import { describe, expect, it } from 'vitest';
import { edgesFromCentres } from './edges-from-centres';

describe('edgesFromCentres()', () => {
  it('puts edges midway between centres and half a spacing beyond the ends', () => {
    expect(Array.from(edgesFromCentres([0.5, 1.5, 2.5]))).toEqual([0, 1, 2, 3]);
  });

  it('clamps latitude edges to ±90° when asked (centres −89.5..89.5 → edges −90..90)', () => {
    const centres = Array.from({ length: 180 }, (_, i) => -89.5 + i);
    const e = edgesFromCentres(centres, true);
    expect(e[0]).toBe(-90);
    expect(e[180]).toBe(90);
    expect(Array.from(edgesFromCentres([-89, 0, 89], true))).toEqual([-90, -44.5, 44.5, 90]);
  });

  it('needs at least two centres', () => {
    expect(() => edgesFromCentres([3])).toThrow(RangeError);
  });
});
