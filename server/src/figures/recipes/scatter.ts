/**
 * Scatter recipe: pairs (index anomaly at month t, series anomaly at t + lag), aligned by calendar
 * month, with the ordinary-least-squares line of the series on the index (engine `ols`).
 *
 * data: ScatterData (common/src/figure-kinds/scatter) — `points` [{ month (the index month t), x, y }] where both are present,
 * `fit` { slope, intercept, slopeStdErr, r2, n }, `line` two points spanning the x range.
 *
 * numbers:
 * - `slope` — series units per index unit
 * - `intercept` — series units
 * - `r2`, `n` (pairs)
 */
import { CAUSATION_CAUTION, formatMonth, ols, parseMonth, scatterMethods } from '@upwell/common';
import { seriesAnomaly } from '../figure-anomaly';
import { seriesAt } from '../series-input';
import { bindingAt, type FigureRecipeHandler } from './recipe';

/** The scatter recipe. */
export const scatterRecipe: FigureRecipeHandler<'scatter'> = {
  kind: 'scatter',
  bindings: (r) => [bindingAt('index', r.index), bindingAt('series', r.series)],
  compute(r, inputs) {
    const index = seriesAt(inputs, 'index');
    const series = seriesAt(inputs, 'series');
    const x = seriesAnomaly(index, r.anomaly);
    const y = seriesAnomaly(series, r.anomaly);
    const x0 = parseMonth(x.start);
    const y0 = parseMonth(y.start);
    const points: { month: string; x: number; y: number }[] = [];
    for (let i = 0; i < x.values.length; i++) {
      const xv = x.values[i];
      const yv = y.values[x0 + i + r.lag - y0];
      if (xv !== null && yv !== null && yv !== undefined) points.push({ month: formatMonth(x0 + i), x: xv, y: yv });
    }
    const fit = ols(points.map((p) => p.x), points.map((p) => p.y));
    const xs = points.map((p) => p.x);
    const line =
      fit.slope === null || fit.intercept === null
        ? []
        : [Math.min(...xs), Math.max(...xs)].map((xv) => ({ x: xv, y: fit.intercept! + fit.slope! * xv }));
    const xUnits = r.anomaly.standardize ? 'standard deviations' : index.units;
    const yUnits = r.anomaly.standardize ? 'standard deviations' : series.units;
    return {
      data: { lag: r.lag, xUnits, yUnits, points, fit: { slope: fit.slope, intercept: fit.intercept, slopeStdErr: fit.slopeStdErr, r2: fit.r2, n: fit.n }, line },
      numbers: [
        { key: 'slope', label: `Regression slope of ${series.name} on ${index.name}`, value: fit.slope, units: `${yUnits} per ${xUnits}` },
        { key: 'intercept', label: 'Regression intercept', value: fit.intercept, units: yUnits },
        { key: 'r2', label: 'Coefficient of determination R²', value: fit.r2, units: '' },
        { key: 'n', label: 'Pairs', value: fit.n, units: 'pairs' },
      ],
      methods: scatterMethods(r, index, series),
      cautions: [CAUSATION_CAUTION],
      warnings: [...x.warnings, ...y.warnings],
    };
  },
};
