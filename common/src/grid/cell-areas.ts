import { EARTH_RADIUS_GRS80_MEAN_M } from './earth-radius';

const DEG = Math.PI / 180;

/**
 * Areas (m²) of the cells of a latitude–longitude grid on a sphere, row-major (lat, lon):
 * A = R²·Δλ·|sin φ2 − sin φ1| with Δλ in radians — the exact area of a cell bounded by two
 * meridians and two parallels (e.g. Snyder 1987, Map Projections — A Working Manual, USGS PP 1395).
 * Edges in degrees, ascending or descending. Default R: GRS80 mean radius R1 (6,371,008.7714 m).
 */
export function cellAreas(latEdges: ArrayLike<number>, lonEdges: ArrayLike<number>, radius = EARTH_RADIUS_GRS80_MEAN_M): Float64Array {
  const nlat = latEdges.length - 1;
  const nlon = lonEdges.length - 1;
  if (nlat < 1 || nlon < 1) throw new RangeError('cellAreas needs at least two latitude and two longitude edges');
  const out = new Float64Array(nlat * nlon);
  const r2 = radius * radius;
  for (let i = 0; i < nlat; i++) {
    const band = Math.abs(Math.sin(latEdges[i + 1] * DEG) - Math.sin(latEdges[i] * DEG));
    for (let j = 0; j < nlon; j++) out[i * nlon + j] = r2 * Math.abs(lonEdges[j + 1] - lonEdges[j]) * DEG * band;
  }
  return out;
}
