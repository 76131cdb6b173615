/**
 * Lag-correlation recipe: anomalies of index and series correlated at lags −maxLag..+maxLag
 * (engine `lagCorrelation`; positive lag: the index leads the series), with the |r| needed for
 * significance at alpha from each lag's nEff (engine `significanceThreshold`).
 *
 * data: LagCorrelationData (common/src/figure-kinds/lag-correlation) — `lags` [{ lag, r, n, nEff, p, threshold }], `strongest`
 * (the engine's: largest |r| among lags with two thirds of the pairs) with `pSearch`, its p corrected for the search over lags.
 *
 * numbers:
 * - `strongest.lag` (months), `strongest.r`, `strongest.p` (pointwise), `strongest.pSearch` (search-corrected), `strongest.nEff`, `strongest.n`
 * - `lag0.r` — correlation without lag
 */
import { CORRELATION_CAUTION, POINTWISE_CAUTION, lagCorrelation, lagCorrelationMethods, significanceThreshold, type LagCorrelationInput, type LagRow } from '@upwell/common';
import { seriesAnomaly } from '../figure-anomaly';
import { seriesAt } from '../series-input';
import { bindingAt, type FigureRecipeHandler } from './recipe';

/** The lag-correlation recipe. */
export const lagCorrelationRecipe: FigureRecipeHandler<'lag-correlation'> = {
  kind: 'lag-correlation',
  bindings: (r) => [bindingAt('index', r.index), bindingAt('series', r.series)],
  compute(r, inputs) {
    const index = seriesAt(inputs, 'index');
    const series = seriesAt(inputs, 'series');
    const x = seriesAnomaly(index, r.anomaly);
    const y = seriesAnomaly(series, r.anomaly);
    const out = lagCorrelation({ x, y, maxLag: r.maxLag, method: r.method, significance: r.significance, surrogates: r.surrogates, seed: r.seed } satisfies LagCorrelationInput);
    const { lags } = out;
    // The engine's row plus its threshold is the kind's LagRow: one definition of a lag row.
    const rows = lags.map((l) => ({ ...l, threshold: l.nEff === null ? null : significanceThreshold(l.nEff, r.alpha) }) satisfies LagRow);
    // The engine's strongest lag (largest |r| among lags with two thirds of the pairs) carries pSearch, the p corrected for the search.
    const strongest = out.strongest === null ? null : { ...rows.find((l) => l.lag === out.strongest!.lag)!, pSearch: out.strongest.pSearch };
    const zero = rows.find((l) => l.lag === 0)!;
    return {
      data: { method: r.method, alpha: r.alpha, lags: rows, strongest },
      numbers: [
        { key: 'strongest.lag', label: `Lag of the strongest correlation (positive: ${index.name} leads)`, value: strongest?.lag ?? null, units: 'months' },
        { key: 'strongest.r', label: 'Strongest correlation', value: strongest?.r ?? null, units: '' },
        { key: 'strongest.p', label: 'Pointwise p-value of the strongest correlation (two-sided, nEff; not corrected for the search over lags)', value: strongest?.p ?? null, units: '' },
        { key: 'strongest.pSearch', label: 'Search-corrected p-value of the strongest correlation (phase-randomised surrogates, Ebisuzaki 1997)', value: strongest?.pSearch ?? null, units: '' },
        { key: 'strongest.nEff', label: 'Effective sample size at the strongest lag', value: strongest?.nEff ?? null, units: 'pairs' },
        { key: 'strongest.n', label: 'Pairs at the strongest lag', value: strongest?.n ?? null, units: 'pairs' },
        { key: 'lag0.r', label: 'Correlation without lag', value: zero.r, units: '' },
      ],
      methods: lagCorrelationMethods(r, index, series),
      cautions: [CORRELATION_CAUTION, POINTWISE_CAUTION],
      warnings: [...x.warnings, ...y.warnings],
    };
  },
};
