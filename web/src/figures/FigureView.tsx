import { Button, Flex, Spinner, Text } from '@radix-ui/themes';
import { useEffect, useId, useMemo, useRef, useState } from 'react';
import { FIGURE_KIND_LABELS, FIGURE_LIMITS, figureRecipeSchema, type ParsedFigureRecipe, specForResult } from '@upwell/common';
import { useFigure } from '../api/figures';
import { useSeriesList } from '../api/series';
import { ErrorNote } from '../components/ErrorNote';
import { FigureExports } from './FigureExports';
import { exportName } from './exports';
import { FigureChart, MethodsNote } from './FigureResultParts';
import { RecipeForm } from './RecipeForm';
import { useFigureEditors } from './use-figure-editors';
import { useNotebookEditor } from '../editor/notebook-context';

/** Props of a live figure as the document holds it. */
export interface FigureViewProps {
  notebookId: string;
  groupId: string;
  /** The figure node's id, for telling others whose settings are open. */
  figureId?: string | null;
  /** Position among the document's figures, from 1 (null while unknown). */
  figureNumber: number | null;
  recipe: Record<string, unknown> | null;
  caption: string;
  /** Lead and co-authors change settings and captions; reviewers and readers only see. */
  editable: boolean;
  onRecipeChange: (recipe: ParsedFigureRecipe) => void;
  onCaptionChange: (caption: string) => void;
}

function Caption({ label, caption, editable, onChange }: { label: string; caption: string; editable: boolean; onChange: (c: string) => void }) {
  const [text, setText] = useState(caption);
  const focused = useRef(false);
  // A co-author's caption edit shows at once, unless this person is typing in it.
  useEffect(() => {
    if (!focused.current) setText(caption);
  }, [caption]);
  if (!editable) return caption ? <span className="upwell-caption-text">{caption}</span> : <span className="upwell-caption-text upwell-muted">No caption yet.</span>;
  return (
    <textarea
      className="upwell-caption-input"
      aria-label={`Caption of ${label}`}
      placeholder="Say what the figure shows…"
      rows={2}
      maxLength={FIGURE_LIMITS.captionMax}
      value={text}
      onFocus={() => (focused.current = true)}
      onBlur={() => {
        focused.current = false;
        if (text !== caption) onChange(text);
      }}
      onChange={(e) => {
        setText(e.target.value);
        onChange(e.target.value);
      }}
    />
  );
}

/**
 * A live figure: "Figure N", its chart computed on the server, the caption,
 * the methods note with the data versions and cautions, exports, and (for
 * authors) its settings opening right under it.
 */
export function FigureView({ notebookId, groupId, figureNumber, recipe, caption, editable, onRecipeChange, onCaptionChange, figureId = null }: FigureViewProps) {
  const parsed = useMemo(() => (recipe ? figureRecipeSchema.safeParse(recipe) : null), [recipe]);
  const valid = parsed?.success ? parsed.data : null;
  const [editing, setEditing] = useState(editable && !recipe);
  const othersEditing = useFigureEditors(useNotebookEditor().awareness, figureId, editing);
  const query = useFigure(notebookId, valid);
  const series = useSeriesList(editing ? groupId : undefined, { pageSize: 200 });
  const label = figureNumber ? `Figure ${figureNumber}` : 'Figure';
  const kindLabel = valid ? FIGURE_KIND_LABELS[valid.kind] : null;
  const formId = useId();
  const spec = useMemo(() => (valid && query.data ? specForResult(query.data) : null), [valid, query.data]);

  let body: React.ReactNode;
  if (!recipe) {
    body = <p className="upwell-figure-empty">{editable ? 'Choose what this figure shows in its settings below.' : 'This figure has no settings yet; an author will choose what it shows.'}</p>;
  } else if (!valid) {
    body = (
      <p className="upwell-figure-empty" role="alert">
        This figure’s settings cannot be read ({parsed && !parsed.success ? parsed.error.issues[0]?.message : 'unknown reason'}).{' '}
        {editable ? 'Open its settings and save them again.' : 'Ask an author to open its settings and save them again.'}
      </p>
    );
  } else if (query.isPending) {
    body = (
      <Flex align="center" gap="2" className="upwell-figure-empty" role="status">
        <Spinner size="1" /> Computing {label.toLowerCase()} from the group’s series…
      </Flex>
    );
  } else if (query.error) {
    body = (
      <Flex direction="column" gap="2">
        <ErrorNote error={query.error} action={editable ? 'Check the figure’s settings (a bound series or version may be gone), then try again.' : 'Try again in a moment.'} />
        <div>
          <Button size="1" variant="soft" onClick={() => query.refetch()}>
            Compute {label.toLowerCase()} again
          </Button>
        </div>
      </Flex>
    );
  } else {
    body = <FigureChart result={query.data} label={`${label}: ${kindLabel}`} />;
  }

  return (
    <figure className="upwell-live-figure" aria-label={label} data-figure-number={figureNumber ?? undefined}>
      <Flex justify="between" align="center" className="upwell-figure-head">
        <Text size="1" className="upwell-figure-kind">
          {kindLabel ?? 'Live figure'}
          {query.isFetching && !query.isPending && <span role="status"> · updating…</span>}
        </Text>
        {editable && (
          <Button size="1" variant="ghost" aria-expanded={editing} aria-controls={formId} onClick={() => setEditing((e) => !e)}>
            {editing ? `Close ${label.toLowerCase()} settings` : `${label} settings`}
          </Button>
        )}
      </Flex>
      <div className="upwell-figure-body">{body}</div>
      <figcaption className="upwell-figcaption">
        <strong>{label}.</strong> <Caption label={label} caption={caption} editable={editable} onChange={onCaptionChange} />
      </figcaption>
      {valid && query.data && <MethodsNote result={query.data} />}
      {valid && query.data && <FigureExports result={query.data} spec={spec} baseName={exportName(figureNumber, kindLabel ?? 'figure')} />}
      {othersEditing.length > 0 && (
        <p className="upwell-figure-presence" role="status">
          {othersEditing.join(', ')} {othersEditing.length === 1 ? 'is' : 'are'} changing this figure’s settings.
        </p>
      )}
      {editable && editing && (
        <div id={formId} className="upwell-figure-settings">
          <RecipeForm
            initial={recipe}
            series={series.data?.items ?? []}
            seriesLoading={series.isPending}
            onSave={(r) => {
              onRecipeChange(r);
              setEditing(false);
            }}
            onCancel={recipe ? () => setEditing(false) : undefined}
          />
          <ErrorNote error={series.error} action="The series pickers need the library; try again in a moment." />
        </div>
      )}
    </figure>
  );
}
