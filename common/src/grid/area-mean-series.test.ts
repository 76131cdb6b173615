import { describe, expect, it } from 'vitest';
import { mulberry32 } from '../stats/prng';
import { areaWeightedMean } from './area-mean';
import { areaMeanSeries } from './area-mean-series';
import { cellAreas } from './cell-areas';

const nlat = 18;
const nlon = 36;
const areas = cellAreas(Array.from({ length: nlat + 1 }, (_, i) => -90 + 10 * i), Array.from({ length: nlon + 1 }, (_, i) => 10 * i));

function randomField(nt: number, seed: number, nanShare: number): Float32Array {
  const rng = mulberry32(seed);
  return Float32Array.from({ length: nt * nlat * nlon }, () => (rng() < nanShare ? NaN : 20 * rng() - 5));
}

describe('areaMeanSeries()', () => {
  it('equals areaWeightedMean() of each time step, with NaN cells skipped (Float32 field, relative 1e-12)', () => {
    const field = randomField(5, 1, 0.2);
    const series = areaMeanSeries(field, nlat, nlon, areas);
    for (let t = 0; t < 5; t++) {
      const step = field.subarray(t * nlat * nlon, (t + 1) * nlat * nlon);
      expect(Math.abs(series[t] - (areaWeightedMean(step, areas) as number))).toBeLessThan(1e-12 * Math.abs(series[t]));
    }
  });

  it('gives the same result on the masked path as on the row-weight path when the mask keeps everything', () => {
    const field = Float64Array.from(randomField(3, 2, 0.1));
    const a = areaMeanSeries(field, nlat, nlon, areas);
    const b = areaMeanSeries(field, nlat, nlon, areas, new Uint8Array(nlat * nlon).fill(1));
    for (let t = 0; t < 3; t++) expect(b[t]).toBeCloseTo(a[t], 12);
  });

  it('honours a mask and is NaN for a step with no present cell', () => {
    const field = new Float64Array(2 * nlat * nlon).fill(NaN);
    for (let k = 0; k < nlat * nlon; k++) field[k] = k < nlon ? 7 : 1;
    const mask = Array.from({ length: nlat * nlon }, (_, k) => k < nlon);
    const s = areaMeanSeries(field, nlat, nlon, areas, mask);
    expect(s[0]).toBe(7);
    expect(s[1]).toBeNaN();
  });

  it('rejects a field whose size does not fit the grid', () => {
    expect(() => areaMeanSeries(new Float32Array(10), nlat, nlon, areas)).toThrow(RangeError);
  });
});
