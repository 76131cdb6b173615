/**
 * Seasonal-cycle recipe: the climatology of each calendar month over the base period with its spread.
 *
 * data: SeasonalCycleData (common/src/figure-kinds/seasonal-cycle) — `months` [{ month (1 = January), name, mean, sd, min, max, n, years }]:
 * mean as engine `monthlyClimatology` gives it (null when fewer than 80% of the base-period years
 * have a value, WMO-No. 1203), sd the sample standard deviation (n − 1, Welford) — null with the mean
 * or when n < 2 — min/max of the present values, n present values, years the month's base-period years.
 *
 * numbers:
 * - `amplitude` — largest minus smallest monthly mean, series units
 * - `max.month`, `min.month` — calendar month (1–12) of the largest / smallest mean
 */
import { baseMonthStats, describePeriod, monthlyClimatology, MONTH_NAMES, parseMonth, sampleSd, seasonalCycleMethods, toFloat64 } from '@upwell/common';
import { seriesAt } from '../series-input';
import { bindingAt, type FigureRecipeHandler } from './recipe';

/** The seasonal-cycle recipe. */
export const seasonalCycleRecipe: FigureRecipeHandler<'seasonal-cycle'> = {
  kind: 'seasonal-cycle',
  bindings: (r) => [bindingAt('series', r.series)],
  compute(r, inputs) {
    const s = seriesAt(inputs, 'series');
    const start = parseMonth(s.start);
    const from = parseMonth(r.base.from);
    const to = parseMonth(r.base.to);
    const stats = baseMonthStats(toFloat64(s.values), start, from, to);
    const clim = monthlyClimatology(stats);
    const byMonth: number[][] = Array.from({ length: 12 }, () => []);
    for (let m = Math.max(from, start); m <= Math.min(to, start + s.values.length - 1); m++) {
      const v = s.values[m - start];
      if (v !== null) byMonth[m % 12].push(v);
    }
    const months = byMonth.map((vals, m) => {
      const mean = Number.isNaN(clim.climatology[m]) ? null : clim.climatology[m];
      return {
        month: m + 1,
        name: MONTH_NAMES[m],
        mean,
        sd: mean === null ? null : sampleSd(vals),
        min: vals.length ? Math.min(...vals) : null,
        max: vals.length ? Math.max(...vals) : null,
        n: vals.length,
        years: stats.occurrences[m],
      };
    });
    const withMean = months.filter((m) => m.mean !== null) as ((typeof months)[number] & { mean: number })[];
    const hi = withMean.reduce<(typeof withMean)[number] | null>((a, b) => (a === null || b.mean > a.mean ? b : a), null);
    const lo = withMean.reduce<(typeof withMean)[number] | null>((a, b) => (a === null || b.mean < a.mean ? b : a), null);
    const warnings = clim.warnings.map((w) => `${s.name}: ${w}`);
    if (withMean.length === 0) warnings.push(`${s.name}: no calendar month has enough values in the base period ${describePeriod(r.base)}`);
    return {
      data: { units: s.units, base: r.base, months },
      numbers: [
        { key: 'amplitude', label: `Seasonal amplitude of ${s.name} (largest minus smallest monthly mean)`, value: hi && lo ? hi.mean - lo.mean : null, units: s.units },
        { key: 'max.month', label: 'Calendar month of the largest mean (1 = January)', value: hi?.month ?? null, units: 'month' },
        { key: 'min.month', label: 'Calendar month of the smallest mean (1 = January)', value: lo?.month ?? null, units: 'month' },
      ],
      methods: seasonalCycleMethods(r, s),
      cautions: [],
      warnings,
    };
  },
};
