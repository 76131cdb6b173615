import { act, fireEvent, screen } from '@testing-library/react';
import { describe, expect, it, vi } from 'vitest';
import { RecipeForm } from './RecipeForm';
import { INDEX_ID, SERIES_ID, seriesSummary } from './test-data';
import { mockFetch, renderWithQuery } from './test-render';

const library = [seriesSummary(), seriesSummary({ id: INDEX_ID, name: 'Warm-pool index', units: '°C', kind: 'climate-index', latest: { number: 5, start: '1950-01', end: '2020-12', createdAt: '' } })];

function setup(initial: Record<string, unknown> | null = null) {
  const onSave = vi.fn();
  // The event-set and zonal-field choices ask the server; here the notebook has none of either.
  mockFetch((path) => ({ json: path.includes('/fields') ? { gridded: [], zonal: [] } : [] }));
  const view = renderWithQuery(<RecipeForm initial={initial} series={library} onSave={onSave} />);
  const form = screen.getByRole('form', { name: 'Figure settings' });
  const choose = (label: string | RegExp, value: string) => fireEvent.change(screen.getByLabelText(label), { target: { value } });
  return { onSave, form, choose, ...view };
}

// react-hook-form validates through the zod resolver asynchronously: each submit is awaited
// before its outcome is checked (the checks themselves are those of the hand-written form).
async function submit(form: HTMLElement) {
  await act(async () => {
    fireEvent.submit(form);
  });
}

describe('RecipeForm', () => {
  it('shows the fields of a series-over-time figure and none of the lag fields', () => {
    setup();
    expect(screen.getByLabelText('What the figure shows')).toHaveProperty('value', 'timeseries');
    expect(screen.getByLabelText('Series')).toBeTruthy();
    expect(screen.getByLabelText('Index for event shading')).toBeTruthy();
    expect(screen.getByLabelText('Threshold (index units)')).toHaveProperty('value', '0.5');
    expect(screen.getByLabelText('From (YYYY-MM)')).toHaveProperty('value', '1991-01');
    expect(screen.queryByLabelText('Lags from −N to N months')).toBeNull();
  });

  it('switches to the fields of each kind', () => {
    const { choose } = setup();
    choose('What the figure shows', 'lag-correlation');
    expect(screen.getByLabelText('Climate index')).toBeTruthy();
    expect(screen.getByLabelText('Lags from −N to N months')).toHaveProperty('value', '24');
    expect(screen.getByLabelText('Correlation')).toHaveProperty('value', 'pearson');
    expect(screen.getByLabelText('Significance level α (pointwise, each lag alone)')).toBeTruthy();
    expect(screen.getByLabelText('Surrogates for the search-corrected p of the strongest lag')).toBeTruthy();
    expect(screen.queryByLabelText('Threshold (index units)')).toBeNull();

    choose('What the figure shows', 'composite');
    expect(screen.getByLabelText('Months before the peak')).toHaveProperty('value', '12');
    expect(screen.getByLabelText('Confidence level')).toBeTruthy();
    expect(screen.getByLabelText('Threshold (index units)')).toBeTruthy();

    choose('What the figure shows', 'budget');
    expect(screen.getByLabelText('Tendency (rate of change of the inventory)')).toBeTruthy();
    expect(screen.getByLabelText('Term 1 name')).toHaveProperty('value', 'advection');
    fireEvent.click(screen.getByRole('button', { name: 'Add a budget term' }));
    expect(screen.getByLabelText('Term 2 series')).toBeTruthy();

    choose('What the figure shows', 'hovmoller');
    expect(screen.getByLabelText('Zonal-mean field')).toBeTruthy();
    expect(screen.queryByLabelText('Series')).toBeNull();

    choose('What the figure shows', 'scatter');
    expect(screen.getByLabelText('Index leads by (months; negative: lags)')).toHaveProperty('value', '0');
  });

  it('shows the library with latest version numbers and lets a version be pinned', async () => {
    const { choose, onSave, form } = setup();
    choose('Series', SERIES_ID);
    const version = screen.getByLabelText('Version of series') as HTMLSelectElement;
    expect([...version.options].map((o) => o.text)).toEqual(['Latest (now v3)', 'Pinned to v3', 'Pinned to v2', 'Pinned to v1']);
    choose('Version of series', '2');
    await submit(form);
    expect(onSave).toHaveBeenCalledTimes(1);
    expect(onSave.mock.calls[0][0].series).toEqual({ seriesId: SERIES_ID, version: 2 });
  });

  it('says next to the base period that it is reversed, and does not save', async () => {
    const { choose, onSave, form } = setup();
    choose('Series', SERIES_ID);
    choose('From (YYYY-MM)', '2020-12');
    choose('To (YYYY-MM)', '1991-01');
    await submit(form);
    expect(onSave).not.toHaveBeenCalled();
    const group = screen.getByRole('group', { name: 'Base period' });
    expect(group.textContent).toContain('the base period must not end before it starts');
    expect(screen.getByText(/One field needs attention/)).toBeTruthy();
  });

  it('says which series is missing, beside its picker', async () => {
    const { form, onSave } = setup();
    await submit(form);
    expect(onSave).not.toHaveBeenCalled();
    const picker = screen.getByLabelText('Series');
    expect(picker.getAttribute('aria-invalid')).toBe('true');
    expect(document.getElementById(picker.getAttribute('aria-describedby')!)!.textContent).toBe('seriesId must be the id of a stored series');
  });

  it('rejects an even smoothing width with the schema’s message', async () => {
    const { choose, form, onSave } = setup();
    choose('Series', SERIES_ID);
    fireEvent.change(screen.getAllByLabelText('Smoothing (odd number of months)')[0], { target: { value: '4' } });
    await submit(form);
    expect(onSave).not.toHaveBeenCalled();
    expect(screen.getByText('smoothing must be an odd number of months')).toBeTruthy();
  });

  it('saves the parsed recipe with the defaults filled in', async () => {
    const { choose, form, onSave } = setup();
    choose('What the figure shows', 'lag-correlation');
    choose('Climate index', INDEX_ID);
    choose('Carbon series', SERIES_ID);
    choose('Lags from −N to N months', '36');
    choose('Correlation', 'spearman');
    await submit(form);
    expect(onSave).toHaveBeenCalledWith({
      kind: 'lag-correlation',
      index: { seriesId: INDEX_ID, version: 'latest' },
      series: { seriesId: SERIES_ID, version: 'latest' },
      anomaly: { base: { from: '1991-01', to: '2020-12' }, method: 'monthly-mean', standardize: false, detrend: false, smooth: 1 },
      maxLag: 36,
      method: 'spearman',
      alpha: 0.05,
      // Issue 14 defaults: t test with nEff per lag, 1000 surrogates for the strongest lag's pSearch, fixed seed (the engine's 1997).
      significance: 'ar1',
      surrogates: 1000,
      seed: 1997,
    });
  });

  it('opens an existing recipe with its values and keeps a submit button for Enter', () => {
    setup({ kind: 'scatter', index: { seriesId: INDEX_ID, version: 4 }, series: { seriesId: SERIES_ID, version: 'latest' }, lag: -6 });
    expect(screen.getByLabelText('Index leads by (months; negative: lags)')).toHaveProperty('value', '-6');
    expect(screen.getByLabelText('Version of climate index (x)')).toHaveProperty('value', '4');
    expect(screen.getByRole('button', { name: 'Save figure settings' }).getAttribute('type')).toBe('submit');
  });
});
☆ ☆ ☆ ☆ ☆ ☆ ☆
=== Assignment ===
From the entries above, pull out each line that includes "true".

=== Output for this exercise ===
    const e = edgesFromCentres(centres, true);
    expect(Array.from(edgesFromCentres([-89, 0, 89], true))).toEqual([-90, -44.5, 44.5, 90]);
      onFocus={() => (focused.current = true)}
    expect(picker.getAttribute('aria-invalid')).toBe('true');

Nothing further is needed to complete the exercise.